**Work to complete**
Please copy out the entries until you have copied the line that contains "ramDetail, rounds, storedVisit", beginning with the first line.

[Excerpts from a dataset]
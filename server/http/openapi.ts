import { z } from 'zod';
import { channelName } from '../shapes/channel';
import { dayFigures, spanFigures } from '../shapes/figure';
import { finding } from '../shapes/finding';
import { installation } from '../shapes/installation';
import { loadProgress, receipt, upload } from '../shapes/load';
import { problem } from '../shapes/problem';
import { ramDetail, rounds, storedVisit } from '../shapes/ram';
import { bucketSeries, burstBeats, seasonCharts } from '../shapes/series';
import { visit } from '../shapes/visit';
import { readingBody, uploadQuery } from './routes-loads';
import { figuresQuery, seriesQuery, spanQuery } from './routes-rams';

const name = z.object({ key: z.string(), name: z.string() });
const status = z.object({ version: z.string(), demonstration: z.boolean(), as_of: z.iso.datetime() });
const burstTrace = z.object({
  beats: burstBeats,
  trace: z.object({
    channel: z.string(),
    unit: z.string(),
    at_s: z.array(z.number()),
    min: z.array(z.number().nullable()),
    max: z.array(z.number().nullable()),
  }),
});

interface Operation {
  method: 'get' | 'post' | 'put';
  path: string;
  summary: string;
  query?: z.ZodObject;
  body?: z.ZodType | 'bytes';
  status?: number;
  answer: { name: string; schema: z.ZodType } | 'bytes' | 'events' | 'schema';
}

const shapes = {
  Status: status,
  Rounds: rounds,
  RamNames: z.array(name),
  RamName: name,
  Ram: ramDetail,
  SeasonCharts: seasonCharts,
  Series: bucketSeries,
  Figures: z.array(z.union([dayFigures, spanFigures])),
  Findings: z.array(finding),
  Visits: z.array(storedVisit),
  Visit: storedVisit,
  Upload: upload,
  LoadProgress: loadProgress,
  Receipt: receipt,
  Burst: burstTrace,
} as const;

const answers = (shape: keyof typeof shapes): Operation['answer'] => ({ name: shape, schema: shapes[shape] });

/** Every operation of the API, in the order of the rooms. The same schemas validate the requests. */
const operations: Operation[] = [
  {
    method: 'get',
    path: '/api/status',
    summary: 'Which program, and whether this is the demonstration',
    answer: answers('Status'),
  },
  {
    method: 'get',
    path: '/api/rounds',
    summary: 'All rams, the one that needs a visit first on top',
    answer: answers('Rounds'),
  },
  { method: 'get', path: '/api/findings', summary: 'Findings of all rams', answer: answers('Findings') },
  {
    method: 'get',
    path: '/api/installation-schema',
    summary: 'JSON Schema of the description of a ram',
    answer: 'schema',
  },
  { method: 'get', path: '/api/rams', summary: 'Names and keys of the rams', answer: answers('RamNames') },
  {
    method: 'post',
    path: '/api/rams',
    summary: 'Add a ram',
    body: installation,
    status: 201,
    answer: answers('RamName'),
  },
  {
    method: 'get',
    path: '/api/rams/{ram}',
    summary: 'One ram: installation, condition, latest figures, findings, visits',
    answer: answers('Ram'),
  },
  {
    method: 'put',
    path: '/api/rams/{ram}',
    summary: 'Correct the description of a ram; all its figures are made anew',
    body: installation,
    answer: answers('Ram'),
  },
  {
    method: 'get',
    path: '/api/rams/{ram}/season',
    summary: 'Season charts: daily fall, beats, delivery and efficiency in at most 1,000 buckets',
    query: spanQuery,
    answer: answers('SeasonCharts'),
  },
  {
    method: 'get',
    path: '/api/rams/{ram}/series/{channel}',
    summary: 'One channel in at most 1,000 buckets of least, mean and greatest',
    query: seriesQuery,
    answer: answers('Series'),
  },
  {
    method: 'get',
    path: '/api/rams/{ram}/figures',
    summary: 'Figures by logger interval, hour or local day',
    query: figuresQuery,
    answer: answers('Figures'),
  },
  { method: 'get', path: '/api/rams/{ram}/findings', summary: 'Findings of one ram', answer: answers('Findings') },
  { method: 'get', path: '/api/rams/{ram}/visits', summary: 'Visits of one ram', answer: answers('Visits') },
  {
    method: 'post',
    path: '/api/rams/{ram}/visits',
    summary: 'Enter a visit',
    body: visit,
    status: 201,
    answer: answers('Visit'),
  },
  {
    method: 'post',
    path: '/api/rams/{ram}/uploads',
    summary: 'Send a logger file; nothing is stored yet',
    query: uploadQuery,
    body: 'bytes',
    status: 201,
    answer: answers('Upload'),
  },
  { method: 'get', path: '/api/uploads/{upload}', summary: 'How a received file is read', answer: answers('Upload') },
  {
    method: 'post',
    path: '/api/uploads/{upload}/preview',
    summary: 'Preview a corrected reading',
    body: readingBody,
    answer: answers('Upload'),
  },
  {
    method: 'post',
    path: '/api/uploads/{upload}/load',
    summary: 'Accept the reading and store the file',
    body: readingBody,
    status: 202,
    answer: answers('LoadProgress'),
  },
  { method: 'get', path: '/api/jobs/{job}', summary: 'How far a load has come', answer: answers('LoadProgress') },
  {
    method: 'get',
    path: '/api/jobs/{job}/events',
    summary: 'The same, as it happens (server-sent events)',
    answer: 'events',
  },
  { method: 'get', path: '/api/loads/{load}', summary: 'The receipt of a load', answer: answers('Receipt') },
  { method: 'get', path: '/api/loads/{load}/original', summary: 'The file as it was loaded', answer: 'bytes' },
  { method: 'get', path: '/api/bursts/{burst}', summary: 'A burst: its beats and its trace', answer: answers('Burst') },
];

/** The OpenAPI 3.1 document of the API. */
export function openapi(version: string): object {
  const registry = z.registry<{ id: string }>();
  for (const [id, schema] of Object.entries(shapes)) registry.add(schema, { id });
  registry.add(problem, { id: 'Problem' });
  const { schemas } = z.toJSONSchema(registry, { uri: (id) => `#/components/schemas/${id}`, io: 'output' });
  const paths: Record<string, Record<string, object>> = {};
  for (const operation of operations) {
    paths[operation.path] ??= {};
    paths[operation.path]![operation.method] = describe(operation);
  }
  return {
    openapi: '3.1.0',
    info: {
      title: 'Clackwatch',
      version,
      description:
        'Keeps watch over installed hydraulic rams through their logger files. Every write carries the header "x-clackwatch: 1".',
    },
    paths,
    components: {
      schemas: Object.fromEntries(Object.entries(schemas).map(([id, schema]) => [id, withoutIds(schema)])),
    },
  };
}

function describe(operation: Operation): object {
  const inPath = [...operation.path.matchAll(/\{(\w+)\}/g)].map(([, parameter]) => ({
    name: parameter,
    in: 'path',
    required: true,
    schema: parameter === 'channel' ? withoutIds(z.toJSONSchema(channelName)) : { type: 'string' },
  }));
  const query = operation.query === undefined ? [] : queryParameters(operation.query);
  const write =
    operation.method === 'get' ? [] : [{ name: 'x-clackwatch', in: 'header', required: true, schema: { const: '1' } }];
  return {
    summary: operation.summary,
    operationId: `${operation.method}${operation.path
      .replace(/^\/api/, '')
      .replace(/[^a-z]+(\w)/g, (_, letter: string) => letter.toUpperCase())
      .replace(/\W/g, '')}`,
    parameters: [...inPath, ...query, ...write],
    ...(operation.body === undefined ? {} : { requestBody: { required: true, content: bodyContent(operation.body) } }),
    responses: {
      [operation.status ?? 200]: { description: 'As asked', content: answerContent(operation.answer) },
      default: {
        description: 'A problem document (RFC 9457)',
        content: { 'application/problem+json': { schema: { $ref: '#/components/schemas/Problem' } } },
      },
    },
  };
}

const bodyContent = (body: z.ZodType | 'bytes') =>
  body === 'bytes'
    ? { 'application/octet-stream': { schema: { type: 'string', format: 'binary' } } }
    : { 'application/json': { schema: withoutIds(z.toJSONSchema(body, { io: 'input' })) } };

function answerContent(answer: Operation['answer']): object {
  if (answer === 'bytes') return { 'application/octet-stream': { schema: { type: 'string', format: 'binary' } } };
  if (answer === 'events') return { 'text/event-stream': { schema: { type: 'string' } } };
  if (answer === 'schema') return { 'application/json': { schema: { type: 'object' } } };
  return { 'application/json': { schema: { $ref: `#/components/schemas/${answer.name}` } } };
}

function queryParameters(query: z.ZodObject): object[] {
  const { properties = {}, required = [] } = z.toJSONSchema(query, { io: 'input' }) as {
    properties?: Record<string, object>;
    required?: string[];
  };
  return Object.entries(properties).map(([parameter, schema]) => ({
    name: parameter,
    in: 'query',
    required: required.includes(parameter),
    schema,
  }));
}

/** Inside an OpenAPI document the schemas are addressed by their place, not by identifiers of their own. */
function withoutIds(schema: object): object {
  const { $schema: _s, $id: _i, id: _d, ...rest } = schema as Record<string, unknown>;
  return rest;
}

**Problem solution**
filename server/http/openapi.ts
import { z } from 'zod';
import { channelName } from '../shapes/channel';
import { dayFigures, spanFigures } from '../shapes/figure';
import { finding } from '../shapes/finding';
import { installation } from '../shapes/installation';
import { loadProgress, receipt, upload } from '../shapes/load';
import { problem } from '../shapes/problem';
import { ramDetail, rounds, storedVisit } from '../shapes/ram';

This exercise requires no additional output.